「傾向と対策」 vs 「分析と戦略」

2010-08-31 11:32:39 | 福岡&中野&メルボルン時代
■ 違和感

英語と日本語には不思議な溝、違和感がある単語が多くあります。

一言、「辞書の弊害」と言って岩波あたりの責任にしてしまうことも
できるのですが(笑)、考えてみると面白いなぁ・・・といつも
思います。

例えば、ビジネスでおなじみの”傾向と対策”の”対策”って何よ?

もちろん、対策、を英語に直すことはできます。でも、”傾向と対策”が
使われるような場所で使われる単語じゃないんだな・・・。格調が高すぎる。

もっと普通な感じ・・・で、普通はなんというかというと Strategyです。

”傾向と対策”はさしずめ”Analysis and strategy”がピッタリです。

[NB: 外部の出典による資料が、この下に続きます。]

using System.Diagnostics;
using LiveWave.Abstractions;

namespace LiveWave.Pipeline;

/// <summary>The machine's monotonic clock, in seconds, on an origin of choice.</summary>
/// <remarks>Any thread; does not allocate. <see cref="WaitUntil"/> sleeps to shortly before the instant and spins the rest.</remarks>
public sealed class RealClock : IClock
{
    // The kernel takes a long sleep in one; the bound keeps the sum of ticks away from overflow for an instant that is
    // infinitely far.
    private const double LongestSleepSeconds = 3600;

    private readonly ICoarseWait _wait;
    private readonly double _spinSeconds;
    private readonly long _originTicks;
    private readonly double _originSeconds;

    /// <summary>Makes a clock that counts from the machine's own origin, as LSL's local clock does.</summary>
    public RealClock()
        : this(ForThisPlatform(), originTicks: 0, originSeconds: 0)
    {
    }

    /// <summary>Makes a clock on which it is a given time now: a run on a file lives in the file's own stamps.</summary>
    /// <param name="nowIs">What the clock reads now, seconds; finite.</param>
    /// <exception cref="ArgumentOutOfRangeException"><paramref name="nowIs"/> is not finite.</exception>
    public RealClock(double nowIs)
        : this(ForThisPlatform(), Ticks(), nowIs)
    {
    }

    internal RealClock(ICoarseWait wait, long originTicks, double originSeconds)
    {
        if (!double.IsFinite(originSeconds))
            throw new ArgumentOutOfRangeException(nameof(originSeconds), originSeconds, "a clock needs a finite time to begin with");
        _wait = wait;
        _spinSeconds = wait.SpinSeconds;
        _originTicks = originTicks;
        _originSeconds = originSeconds;
    }

    /// <summary>What precise waiting lacks on this platform, in one sentence to show at start; empty where it lacks nothing.</summary>
    public string Lacks => _wait.Lacks;

    /// <inheritdoc/>
    public double NowSeconds => At(Ticks());

    /// <inheritdoc/>
    /// <remarks>Returns at once for NaN.</remarks>
    public void WaitUntil(double instantSeconds)
    {
        while (true)
        {
            var ticks = Ticks();
            var sleepSeconds = instantSeconds - At(ticks) - _spinSeconds;
            if (!(sleepSeconds > 0)) break;
            _wait.Sleep(ticks, ticks + (long)(Math.Min(sleepSeconds, LongestSleepSeconds) * Stopwatch.Frequency));
        }

        while (NowSeconds < instantSeconds) Thread.SpinWait(10);
    }

    private double At(long ticks) => _originSeconds + ((ticks - _originTicks) / (double)Stopwatch.Frequency);

#pragma warning disable RS0030 // this is the clock that everything else is asked to use
    private static long Ticks() => Stopwatch.GetTimestamp();
#pragma warning restore RS0030

    private static ICoarseWait ForThisPlatform() =>
        OperatingSystem.IsLinux() && Environment.Is64BitProcess && Stopwatch.Frequency == 1_000_000_000
            ? new LinuxWait()
            : new PortableWait();
}
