namespace LiveWave.Dsp;

/// <summary>
/// Lots for shams and permutations: a number in [0, 1) that follows from a key alone, never from a sequence. Changing one
/// rule's name changes that rule's lots and no others; two sessions from one sheet do not repeat each other.
/// </summary>
/// <remarks>
/// <para>
/// h = mix(seed), then for session id, rule and onset in turn h = mix(h xor part). A text's part is its FNV-1a hash (Fowler,
/// Noll and Vo 1991), 64 bits, over UTF-16 code units, low byte first. mix adds 0x9E3779B97F4A7C15 and applies the SplitMix64
/// finaliser (Steele, Lea and Flood 2014). The first 53 bits of h make the number.
/// </para>
/// <para>Stable over runtimes, machines and program versions: recorded sessions rest on it. Does not allocate.</para>
/// </remarks>
public static class KeyedLot
{
    private const ulong FnvBasis = 0xCBF29CE484222325;
    private const ulong FnvPrime = 0x00000100000001B3;

    /// <summary>Draws the lot of one wave event under one rule.</summary>
    /// <param name="seed">The sheet's seed.</param>
    /// <param name="sessionId">The session's id, compared by code unit.</param>
    /// <param name="rule">The rule's name, compared by code unit.</param>
    /// <param name="onset">Sample at which the wave event began.</param>
    /// <returns>0 up to, not including, 1; a multiple of 2⁻⁵³.</returns>
    public static double Draw(ulong seed, string sessionId, string rule, long onset)
    {
        ArgumentNullException.ThrowIfNull(sessionId);
        ArgumentNullException.ThrowIfNull(rule);
        return (long)(Key(seed, sessionId, rule, onset) >> 11) * PowerOfTwo.Of(-53);
    }

    /// <summary>The 64 bits behind a lot.</summary>
    internal static ulong Key(ulong seed, string first, string second, long number)
    {
        var key = Mix(seed);
        key = Mix(key ^ HashOf(first));
        key = Mix(key ^ HashOf(second));
        return Mix(key ^ (ulong)number);
    }

    private static ulong HashOf(string text)
    {
        var hash = FnvBasis;
        foreach (var unit in text)
        {
            hash = (hash ^ (byte)unit) * FnvPrime;
            hash = (hash ^ (byte)(unit >> 8)) * FnvPrime;
        }

        return hash;
    }

    private static ulong Mix(ulong key)
    {
        key += 0x9E3779B97F4A7C15;
        key = (key ^ (key >> 30)) * 0xBF58476D1CE4E5B9;
        key = (key ^ (key >> 27)) * 0x94D049BB133111EB;
        return key ^ (key >> 31);
    }
}
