using System.Runtime.Intrinsics;

namespace LiveWave.Dsp;

/// <summary>
/// Sums over channels in one written order, the same bits at every vector width: element i is added to lane i mod 8, then the
/// lanes as ((0+4) + (2+6)) + ((1+5) + (3+7)).
/// </summary>
/// <remarks>Nothing allocates. NaN in any element gives NaN; an empty sum is 0. Where lanes are 128 bits wide, two halves are used: same bits.</remarks>
public static class Sums
{
    private const int Lanes = 8;
    private const int Half = Lanes / 2;

    /// <summary>Σ a[i].</summary>
    /// <param name="a">Any length.</param>
    public static double Sum(ReadOnlySpan<double> a)
    {
        var low = Vector256<double>.Zero;
        var high = Vector256<double>.Zero;
        var i = 0;
        for (; i <= a.Length - Lanes; i += Lanes)
        {
            low += Vector256.Create(a.Slice(i, Half));
            high += Vector256.Create(a.Slice(i + Half, Half));
        }

        Span<double> lane = stackalloc double[Lanes];
        low.CopyTo(lane);
        high.CopyTo(lane[Half..]);
        for (; i < a.Length; i++) lane[i % Lanes] += a[i];
        return Fold(lane);
    }

    /// <summary>Σ a[i]·b[i].</summary>
    /// <param name="a">Any length.</param>
    /// <param name="b">As long as <paramref name="a"/>.</param>
    /// <exception cref="ArgumentException">The lengths differ.</exception>
    public static double Dot(ReadOnlySpan<double> a, ReadOnlySpan<double> b)
    {
        RefuseUnequal(a.Length, b.Length);
        var low = Vector256<double>.Zero;
        var high = Vector256<double>.Zero;
        var i = 0;
        for (; i <= a.Length - Lanes; i += Lanes)
        {
            low += Vector256.Create(a.Slice(i, Half)) * Vector256.Create(b.Slice(i, Half));
            high += Vector256.Create(a.Slice(i + Half, Half)) * Vector256.Create(b.Slice(i + Half, Half));
        }

        Span<double> lane = stackalloc double[Lanes];
        low.CopyTo(lane);
        high.CopyTo(lane[Half..]);
        for (; i < a.Length; i++) lane[i % Lanes] += a[i] * b[i];
        return Fold(lane);
    }

    /// <summary>Σ (w[i]·a[i])·b[i]: a weighted product.</summary>
    /// <param name="w">Weights, any length.</param>
    /// <param name="a">As long as <paramref name="w"/>.</param>
    /// <param name="b">As long as <paramref name="w"/>.</param>
    /// <exception cref="ArgumentException">The lengths differ.</exception>
    public static double Dot3(ReadOnlySpan<double> w, ReadOnlySpan<double> a, ReadOnlySpan<double> b)
    {
        RefuseUnequal(w.Length, a.Length);
        RefuseUnequal(w.Length, b.Length);
        var low = Vector256<double>.Zero;
        var high = Vector256<double>.Zero;
        var i = 0;
        for (; i <= w.Length - Lanes; i += Lanes)
        {
            low += Vector256.Create(w.Slice(i, Half)) * Vector256.Create(a.Slice(i, Half)) * Vector256.Create(b.Slice(i, Half));
            var j = i + Half;
            high += Vector256.Create(w.Slice(j, Half)) * Vector256.Create(a.Slice(j, Half)) * Vector256.Create(b.Slice(j, Half));
        }

        Span<double> lane = stackalloc double[Lanes];
        low.CopyTo(lane);
        high.CopyTo(lane[Half..]);
        for (; i < w.Length; i++) lane[i % Lanes] += w[i] * a[i] * b[i];
        return Fold(lane);
    }

    private static double Fold(ReadOnlySpan<double> lane) =>
        ((lane[0] + lane[4]) + (lane[2] + lane[6])) + ((lane[1] + lane[5]) + (lane[3] + lane[7]));

    private static void RefuseUnequal(int length, int other)
    {
        if (length != other) throw new ArgumentException($"a sum of products needs equal lengths, got {length} and {other}");
    }
}
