import { expect, it } from 'vitest'
import { conditionAnswerSchema } from '@/lib/schemas/act'
import { approveSchema } from '@/lib/schemas/approval'

const REQUEST = '0b0e9f1c-6f0a-4a6e-9a53-6f6d1f5b7c11'

const approval = (more: object) =>
  approveSchema.safeParse({
    consignmentId: 1,
    requestId: REQUEST,
    crateIds: ['crate-1'],
    planHash: 'a'.repeat(64),
    password: 'a password',
    examined: true,
    conditions: [],
    earlySigns: [],
    overrides: [],
    ...more,
  })
const issues = (parsed: { error?: { issues: { path: PropertyKey[]; message: string }[] } }) =>
  parsed.error?.issues.map(({ path, message }) => `${path.join('.')}: ${message}`) ?? []

it('a vet signs only words the paper can show, and is told the letter and the field before signing', () => {
  const said = issues(
    approval({
      conditions: [
        { text: 'Shed at 18 °C.', legId: null, party: 'Łódź Cargo' },
        { text: 'Без воды', legId: null, party: '犬舎' },
      ],
      earlySigns: [{ crateId: 'crate-1', text: 'Drools 🐕' }],
      overrides: [{ findingIndex: 0, reason: 'Seen and measured ≤ 39 °C, Γαία' }],
    }),
  )
  expect(said.map((words) => words.split(':')[0])).toEqual([
    'conditions.1.text',
    'conditions.1.party',
    'earlySigns.0.text',
    'overrides.0.reason',
  ])
  expect(said[2]).toContain('“Drools 🐕” holds “🐕”, which the paper cannot show')
  expect(said[3]).toContain('holds “Γ”, “α”, “ί”, which')
})

it('lets pass what stands in European passports', () => {
  const words = 'Žluťoučký, Ærø, Şırnak, Győr, Ħamrun, Þór: ≤ 24 °C'
  expect(
    issues(
      approval({
        conditions: [{ text: words, legId: null, party: words }],
        overrides: [{ findingIndex: 0, reason: words }],
      }),
    ),
  ).toEqual([])
})

it('whoever answered a condition is named on the paper, too', () => {
  const answer = {
    conditionId: 1,
    requestId: REQUEST,
    answer: 'confirmed',
    how: 'telephone',
    note: 'по телефону',
  }
  expect(issues(conditionAnswerSchema.safeParse({ ...answer, answeredBy: 'D. Aird' }))).toEqual([])
  expect(issues(conditionAnswerSchema.safeParse({ ...answer, answeredBy: 'Д. Aird' }))).toEqual([
    'answeredBy: “Д. Aird” holds “Д”, which the paper cannot show. Write it in Latin letters, as in the passport.',
  ])
})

でも・・・これを和訳してしまうと・・・”分析と戦略”。 全然違うニュアンスになる。格調高くなってしまう。英語はもっと平易で小学6年生にもわかる単語です。


■ 英語は主体的ナノダ

「傾向と対策」 の対策は、相手が起こしたアクションに対し、自分はこう
対策した、という意味で、他者依存、相手次第です。

一方、「分析と戦略」の場合は、相手のアクションを待つことも含めて、
自分はこうする、という主体的な行動を意味します。

対策は・・・相手が△したから、自分は○する。 行動の起点が相手。
戦略は・・・相手はこうであろうという分析(仮説)に基づく。行動の起点が自分。

「傾向」と「分析」を比べてみても・・・「傾向」は分析の結果。 「分析」 には
結論未満の感じがあるでしょう。 総合的です。一方「傾向」には、有無を言わせない
響きが。

結局中身は同じようなことをするんです。でも、「これが傾向だ!」と断定して
から「相手の動きを見て対策」するのと、「分析」を踏まえて「戦略」に基づいて
行動するほうが、しっかり一本の糸が通った感じがしないでしょうか・・・?

「こういう傾向があるからこう対策しました」は対症療法的だし、
「こういう分析結果を踏まえてこう戦略を立てました」だと包括的です。

小さいことですが、言葉がもつ力ってあるように思うんですよね。

■ バイリンガルな使い道

「傾向と対策」だと「傾向」がでてこないかぎり、いつまで経っても「対策」へ進めない。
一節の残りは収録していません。